What if this beautiful plot of land our founders gifted us could feed anyone who might need sustenance, decades and dozens of decades from now, as the reality of food scarcity grows for more of us?  I wonder if our land could sustain berry bushes, fruit trees, or other perennial foods?  Might this be our gesture of love?

What if we put together families with young children (who naturally make noise – bless them and keep them coming back) and folks with mobility challenges (who don’t want to have to navigate our stairs inside this room – bless them and keep them coming back)?
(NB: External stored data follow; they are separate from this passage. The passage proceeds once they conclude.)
"""G2, G3, G18 and G19 on the analysis page, where alone the absolute onset band is printed: VNE governs, the band is
told from its lower edge, a margin is called reduced where the band begins under VNE, and not resolved where the band is
wider than it.
"""

from __future__ import annotations

import re
from dataclasses import replace
from types import SimpleNamespace

import numpy as np
import pytest

from briefkit.brief.assumptions import assumptions, margin_line, no_band
from briefkit.envelope.condition import Condition
from briefkit.envelope.margin import margin_to_vne
from briefkit.envelope.onset import TipAngles
from briefkit.envelope.reductions import reductions
from briefkit.envelope.spread import OnsetBand, onset_band
from briefkit.errors import OutsideLimits, Reason
from briefkit.units import Speed, to_si

# VNE of the invented 2T there, by its chart: 85.2 KIAS (85 at 5,210 ft, +36 C).
HOT = Condition(mass="2,006 lb", pressure_altitude="5,210 ft", oat="36 degC")
HIGH = HOT.with_(pressure_altitude="10,000 ft", oat="29 degC")  # VNE 65.4


def band(lower: float | None, central: float | None, upper: float | None) -> OnsetBand:
    return OnsetBand(lower, central, upper, "kt", ())


def test_g2_vne_governs_and_the_band_is_no_speed_to_fly(two_t):
    said = margin_line(two_t, HOT, band(88.0, 96.0, 105.0))
    marked = "VNE governs, 85 KIAS there (read off the chart, rounded down)"
    assert said.startswith(f"{marked}; the band begins 2.8 kt above it and is no speed to fly;")


@pytest.mark.parametrize(
    ("feet", "oat", "text"),
    [
        # Straight lines between the invented chart's cells at +20 C, 6,000 ft 88 and 8,000 ft 79, by hand.
        ("7,900 ft", "20 degC", "79 KIAS there (read off the chart, rounded down)"),  # 79.45, which 79.5 is above
        ("6,002 ft", "20 degC", "87 KIAS there (read off the chart, rounded down)"),  # 87.99
        ("8,000 ft", "20 degC", "79 KIAS there"),  # an entry, as the chart prints it
    ],
)
def test_an_interpolated_vne_is_rounded_down_and_marked(two_t, feet, oat, text):
    said = margin_line(two_t, HOT.with_(pressure_altitude=feet, oat=oat), band(60.0, 96.0, 105.0))
    assert said.startswith(f"VNE governs, {text}. Reduced margin: the band begins at 60 KIAS")


def test_an_entry_with_a_decimal_is_printed_as_the_chart_has_it(two_t):
    chart, cell = two_t.vne, two_t.vne.printed == "79"  # 8,000 ft, +20 C
    assert cell.sum() == 1
    speeds, printed = chart.speeds.copy(), chart.printed.copy()
    speeds[cell], printed[cell] = to_si(79.5, "speed", "kt"), "79.5"
    made = replace(two_t, vne=replace(chart, speeds=speeds, printed=printed))
    here = HOT.with_(pressure_altitude="8,000 ft", oat="20 degC")
    assert margin_line(made, here, band(60.0, 96.0, 105.0)).startswith("VNE governs, 79.5 KIAS there. Reduced")


def test_g3_a_band_that_begins_under_vne_is_a_reduced_margin_with_its_own_lower_bound(two_t):
    known = onset_band(two_t, HIGH)
    said, lower = margin_line(two_t, HIGH, known), known.lower
    assert lower < 65.0
    assert f"Reduced margin: the band begins at {lower:.1f} KIAS, {65.4 - lower:.1f} kt under it" in said
    assert "no speed to fly" not in said
    # The lower bound is the band's own: it is not raised to VNE.
    found = margin_to_vne(two_t, known, Speed.of(65.4, "kt"))
    assert found.reduced
    assert found.lower == Speed.of(lower, "kt")


def test_g3_where_the_lower_end_lies_under_the_calibration(two_t):
    said = margin_line(two_t, HIGH, band(None, 44.0, 66.0))
    assert "Reduced margin: the band begins under the calibrated range" in said
    assert said.endswith("not resolved.")


@pytest.mark.parametrize(
    ("ends", "resolved"),
    [
        ((80.0, 96.0, 110.0), False),  # +11 against 16 taken off the middle
        ((90.0, 96.0, 118.0), False),  # +11 against half of 28
        ((93.0, 97.0, 103.0), True),  # +12 against 5
        ((70.0, 74.0, 80.0), True),  # -11 against 5: first signs come well under VNE
        ((93.0, 103.0, None), False),  # the upper end lies above the calibration: the width is not known
    ],
)
def test_g19_a_margin_smaller_than_the_bands_half_width_is_not_resolved(two_t, ends, resolved):
    said = margin_line(two_t, HOT, band(*ends))
    assert said.endswith("not resolved.") is not resolved, said
    assert ("at least" in said) is (ends[2] is None)


def test_a_chart_over_rotor_speed_governs_at_the_rotors_own(two_t):
    """By hand: 10 kt less at 97 % than at 100 %. Nor is such a chart taken to hold at 100 %."""
    cells = two_t.vne.speeds[..., [0, 0]] + np.array([-10.0, 0.0]) * to_si(1.0, "speed", "kt")
    over = replace(two_t, vne=replace(two_t.vne, speeds=cells, rotor_speeds=(0.97, 1.0)))
    for aircraft, rotor, vne in ((over, "97 %", "75"), (over, "100 %", "85"), (two_t, "97 %", "85")):
        said = margin_line(aircraft, HOT.with_(rotor_speed=rotor), band(88.0, 96.0, 105.0))
        assert said.startswith(f"VNE governs, {vne} KIAS there"), said
    none = SimpleNamespace(rows=[SimpleNamespace(at=None, answer=None)])  # a table without a figure anywhere
    said = [assumptions(aircraft, none).before[0] for aircraft in (two_t, over)]
    assert ["to hold at 100 % rotor speed" in line for line in said] == [True, False]


def test_g19_the_decks_first_case_is_not_resolved(two_t):
    """Scenario 1: level at the plateau on the hottest day."""
    assert margin_line(two_t, HOT, onset_band(two_t, HOT)).endswith("not resolved.")


def test_g18_the_analysis_page_tells_the_band_from_its_lower_edge_and_what_widens_it(two_t, operation):
    """Once the row's place is known: the lower edge is printed and the method of the band stands beside it."""
    fleet = operation.fleet["pelquill-2t"]
    table = reductions(two_t, replace(fleet, masses=fleet.masses[2:3]), operation.work_areas["vellmark"])
    section = assumptions(two_t, table)
    line, governs = section.before[-2:]
    first, lower = (float(x) for x in re.findall(r"([\d.]+) KIAS", line)[:2])
    assert lower < first
    assert "with the spread below, from" in line
    assert governs.startswith("VNE governs, ")
    assert section.grid.caption == "What each spread does to the onset band"
    costs = [row[3] for row in section.grid.rows]
    assert [float(cost) for cost in costs] == sorted((float(cost) for cost in costs), reverse=True)
    assert "to none of which anything in it is fitted" in section.after[0]  # G20: with the residuals' signs


@pytest.mark.parametrize(
    ("degrees", "why"),
    [
        (11.0, "the tip does not reach 12 degrees at any speed the model covers."),
        (13.0, "the tip is above 12 degrees at every speed the model covers."),
    ],
)
def test_where_there_is_no_band_the_page_says_why_in_plain_words(two_t, monkeypatch, degrees, why):
    """Too cold and light for the first signs, or too loaded for any speed without them: never one for the other."""
    at = Condition(mass="2,006 lb", pressure_altitude="1,216 ft", oat="-18 degC")
    angles = np.array([[degrees - 1.0, degrees, np.nan]])

    def tip(*_):
        return TipAngles(np.array([[10.0, 20.0, 30.0]]), np.radians(angles))

    def refuse(*_):
        raise OutsideLimits("retreating-tip angle", "12 degrees", "", "", "rotor model", Reason.OUTSIDE_MODEL)

    monkeypatch.setattr("briefkit.brief.assumptions.onset_band", refuse)
    monkeypatch.setattr("briefkit.brief.assumptions.tip_angles", tip)
    monkeypatch.setattr("briefkit.brief.assumptions.worked_row", lambda table: SimpleNamespace(at=at))
    said = assumptions(two_t, SimpleNamespace(rows=())).before[-1].replace("\u00a0", " ")
    assert said == f"No onset band at 1,216 ft, \u221218 °C: {why}"


def test_the_4h_in_the_cold_does_not_reach_the_first_signs(four_h):
    at = Condition(mass="3,350 kg", pressure_altitude="1,216 ft", oat="-38 degC")
    with pytest.raises(OutsideLimits) as refused:
        onset_band(four_h, at)
    assert no_band(four_h, at, refused.value).endswith(
        "the tip does not reach 12 degrees at any speed the model covers."
    )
Oh, wait.  We already do that.  Sometimes it works out and sometimes it doesn’t.  What if we imagined our space anew, perhaps emptying it out completely, and imaging the space based not on our past patterns and needs, but based on our current aspirations and our future needs?  What losses might we grapple with?  What aspirations might we move towards?  There used to be what seemed a permanent structure here, where these intended-to-be curtains are now – what might seem immovable, just might not be, if the will is there.

What if we met at a different time, a time that didn’t conflict with mandatory sports practice or theater rehearsals?  Late Sunday afternoons, staying for an early shared dinner – no dishes to wash at home?  This idea was raised at last month’s workshop; not by me, though I am intrigued.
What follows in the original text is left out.